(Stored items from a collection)
------------------------------

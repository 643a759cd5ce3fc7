/* cmd_score.c — `lineate score [--json] [--per-page] TRUTH PRED`: compares predicted text
 * lines with ground truth (two files paired page by page, or two folders paired by name) and
 * prints per-page rows and summaries; the measures are those of score.c (IoU matching,
 * precision / recall / F1, splits / merges, Kendall's tau-a, the order by cover, skew error).
 *
 * Pairing
 *   TRUTH and PRED files: the k-th page object of PRED is scored against the k-th of TRUTH;
 *   the page counts must agree. Either may be "-" (standard input), not both.
 *   Either file may hold lineate JSON, corpus ground truth, PAGE XML or ALTO (xmlread.c).
 *   TRUTH and PRED folders: each TRUTH/NAME.gt.json (or, when the folder has none, each
 *   TRUTH/NAME.json, .jsonl, .page.xml, .alto.xml and .xml), in subfolders too, is paired
 *   with the first of PRED/NAME.json, .jsonl, .gt.json, .page.xml, .alto.xml, .xml that
 *   exists, NAME being the path below the folder without the suffix ("vol2/0001"), in byte
 *   order of NAME.
 *   A missing prediction is scored as a page with no lines and listed as missing; a
 *   prediction file that cannot be read is reported on stderr, scored as no lines, listed as
 *   unreadable, and makes the exit status 1. A page whose analysis failed (an error record
 *   in PRED) is scored as no lines and listed as failed; a page whose TRUTH is an error
 *   record is left out of all scores and listed as skipped.
 *
 * Text output (stdout): with --per-page one row per page with the columns
 *   page, truth (lines), pred (lines), F1@.50, F1@.75, splits, merges, tau, misplaced (the
 *   out-of-place share of the order by cover), back (its backward steps), uncov (in-order
 *   truth lines no prediction covers), skew err (degrees), and a note (missing / failed /
 *   unreadable / skipped); "-" marks an undefined value. Then
 *   "summary: all pages" and, when the truth pages carry a variant, "summary: variant NAME"
 *   for each variant in byte order, followed by "summary: variant NAME, C columns" for each
 *   column count C the truth pages of that variant give ("columns"), each with the lines
 *   pages, truth lines, predicted lines, IoU >= 0.50, IoU >= 0.75 (precision, recall, F1 from
 *   match counts summed over the pages, and the match count), mean page F1 (mean of the
 *   pages' F1 at IoU >= 0.50), splits, merges (with side-by-side and cross-column merges),
 *   reading order (median and minimum tau over the pages where tau is defined), order by
 *   cover (out-of-place lines summed over the pages / covered lines summed, with both counts,
 *   backward steps and uncovered lines summed), skew error (median and maximum in degrees
 *   over the pages where both skews are known). Lists of missing, failed, unreadable and
 *   skipped pages follow.
 *
 * JSON output (--json): one object on one line:
 *   "format": "lineate-score-1", "truth": TRUTH, "pred": PRED,
 *   "pages": [ ... ]                      only with --per-page, one object per page:
 *       "name", "variant" (string or null), "status" ("scored", "missing", "failed",
 *       "unreadable", "skipped"), "truth_lines", "pred_lines", "matched_50", "matched_75",
 *       "precision_50", "recall_50", "f1_50", "precision_75", "recall_75", "f1_75",
 *       "splits", "merges", "side_by_side_merges", "cross_column_merges", "order_pairs"
 *       (matched in-order pairs tau is computed over), "tau" (number or null),
 *       "covered_lines", "uncovered_lines" (in-order truth lines that a prediction covers /
 *       does not cover), "out_of_place_lines", "out_of_place_share" (out-of-place / covered,
 *       null when none is covered), "backward_steps" (see lt_cover_order_count),
 *       "skew_error_deg" (number or null); a skipped page has only name, variant and status,
 *   "summary": { "pages", "missing", "failed", "unreadable", "truth_lines", "pred_lines",
 *       "matched_50", "matched_75", "precision_50", "recall_50", "f1_50", "precision_75",
 *       "recall_75", "f1_75", "mean_page_f1_50", "splits", "merges", "side_by_side_merges",
 *       "cross_column_merges", "covered_lines", "uncovered_lines", "out_of_place_lines",
 *       "out_of_place_share", "backward_steps" (counts summed over the pages, the share
 *       their ratio, null over no covered line), "tau_pages", "tau_median", "tau_min",
 *       "skew_pages", "skew_error_median_deg", "skew_error_max_deg" }   (the tau and skew
 *       statistics are null over no pages),
 *   "variants": { NAME: {same fields as "summary", "by_columns": { "C": {same fields as
 *       "summary"}, ... }}, ... }   only when the truth has variants,
 *   "missing", "failed", "unreadable", "skipped": arrays of page names.
 *   Fractions are rounded to 6 decimals.
 *
 * Exit status: 0 when scoring ran (whatever the scores), 1 when a file could not be read
 * (message "lineate score: FILE: reason" on stderr), 2 on a bad command line, 3 when the output
 * could not be written. */
#include "cli.h"
#include "score.h"

#include <cJSON.h>
#include <dirent.h>
#include <errno.h>
#include <math.h>
#include <stdio.h>
#include <stdlib.h>
#include <string.h>
#include <sys/stat.h>

#define PREFIX "lineate score: "

enum { ST_SCORED = 0, ST_MISSING, ST_FAILED, ST_UNREADABLE, ST_SKIPPED };
static const char *const status_names[] = {"scored", "missing", "failed", "unreadable", "skipped"};

typedef struct result {
    char *name;
    char *variant; /* NULL when the truth page has none */
    int columns;   /* of the truth page, 0 when it gives none */
    int status;
    lt_page_score s;
} result;

typedef struct results {
    result *items;
    int count, cap;
    int read_failures;      /* files that could not be read (exit status 1) */
    int match_ink;          /* --match ink: lines matched on the ink of the truth's image */
    const char *images_dir; /* --images DIR, or NULL */
    const char *truth_path; /* the truth file being scored (its folder holds its images) */
} results;

typedef struct summary {
    int pages, missing, failed, unreadable;
    long truth_lines, pred_lines, matched_50, matched_75;
    double precision_50, recall_50, f1_50, precision_75, recall_75, f1_75;
    double mean_page_f1_50;
    long splits, merges, side_merges, column_merges;
    long covered, uncovered, out_of_place, backward_steps; /* order by cover, summed */
    double out_of_place_share;                              /* defined when covered > 0 */
    int tau_pages, skew_pages;
    double tau_median, tau_min, skew_median_deg, skew_max_deg;
} summary;

static char *xstrdup(const char *s)
{
    size_t n = strlen(s) + 1;
    char *d = malloc(n);
    if (d) memcpy(d, s, n);
    return d;
}

/* "DIR/NAME" without doubling a trailing slash; NULL when out of memory. */
static char *join_path(const char *dir, const char *name)
{
    size_t nd = strlen(dir), nn = strlen(name);
    int slash = nd > 0 && dir[nd - 1] == '/';
    char *p = malloc(nd + nn + 2);
    if (!p) return NULL;
    memcpy(p, dir, nd);
    if (!slash) p[nd++] = '/';
    memcpy(p + nd, name, nn + 1);
    return p;
}

static int ends_with(const char *s, const char *suffix)
{
    size_t ns = strlen(s), nx = strlen(suffix);
    return ns > nx && memcmp(s + ns - nx, suffix, nx) == 0;
}

static const char *base_name(const char *path)
{
    const char *slash = strrchr(path, '/');
    return slash ? slash + 1 : path;
}

/* ---- results ------------------------------------------------------------------------- */

/* Appends a result; `name` is copied, with ":PAGE" appended when `page` > 0. Returns the new
 * entry or NULL when out of memory. */
static result *add_result(results *r, const char *name, int page, const char *variant, int status)
{
    if (r->count == r->cap) {
        int ncap = r->cap ? r->cap * 2 : 64;
        result *n = realloc(r->items, (size_t)ncap * sizeof *n);
        if (!n) return NULL;
        r->items = n;
        r->cap = ncap;
    }
    result *e = &r->items[r->count];
    memset(e, 0, sizeof *e);
    size_t len = strlen(name) + 16;
    e->name = malloc(len);
    if (!e->name) return NULL;
    if (page > 0)
        snprintf(e->name, len, "%s:%d", name, page);
    else
        snprintf(e->name, len, "%s", name);
    if (variant && !(e->variant = xstrdup(variant))) {
        free(e->name);
        return NULL;
    }
    e->status = status;
    r->count++;
    return e;
}

static void results_free(results *r)
{
    for (int i = 0; i < r->count; i++) {
        free(r->items[i].name);
        free(r->items[i].variant);
    }
    free(r->items);
}

/* Scores truth[0..ntruth) against pred[0..ntruth) (pred NULL: each scored as a page with no
 * lines, with status `absent_status`). Results are named `name`, or "name:PAGE" when
 * `numbered`. Returns 0 or a negative code with a message in err. */
/* The page image of truth page t for --match ink: with --images DIR, DIR/BASE (BASE the
 * base name of the page's image or source); else the name as the truth gives it when
 * absolute, else beside the truth file (as given, then its base name), else as given from the
 * working folder. Returns a new string, or NULL when none is a file (*oom set when out of
 * memory). */
static char *find_page_image(const results *r, const lt_scored_page *t, int *oom)
{
    *oom = 0;
    const char *src = t->source && *t->source ? t->source : NULL;
    if (!src) return NULL;
    char *dir = NULL;
    if (!r->images_dir && strcmp(r->truth_path, "-") != 0) {
        const char *slash = strrchr(r->truth_path, '/');
        dir = slash ? strndup(r->truth_path, (size_t)(slash - r->truth_path) + 1) : xstrdup(".");
        if (!dir) {
            *oom = 1;
            return NULL;
        }
    }
    char *cand[4] = {NULL, NULL, NULL, NULL};
    int n = 0;
    if (r->images_dir) {
        cand[n++] = join_path(r->images_dir, base_name(src));
    } else if (src[0] == '/') {
        cand[n++] = xstrdup(src);
    } else {
        if (dir) {
            cand[n++] = join_path(dir, src);
            cand[n++] = join_path(dir, base_name(src));
        }
        cand[n++] = xstrdup(src);
    }
    free(dir);
    char *found = NULL;
    for (int i = 0; i < n; i++) {
        struct stat st;
        if (!cand[i]) *oom = 1;
        if (!found && cand[i] && stat(cand[i], &st) == 0 && S_ISREG(st.st_mode)) {
            found = cand[i];
            cand[i] = NULL;
        }
        free(cand[i]);
    }
    return found;
}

------------------------------

» WHAT THE TASK ASKS
The lines to return are those in the entries above that hold "byte".

» REPLY TO THE TASK
 *   exists, NAME being the path below the folder without the suffix ("vol2/0001"), in byte
 *   for each variant in byte order, followed by "summary: variant NAME, C columns" for each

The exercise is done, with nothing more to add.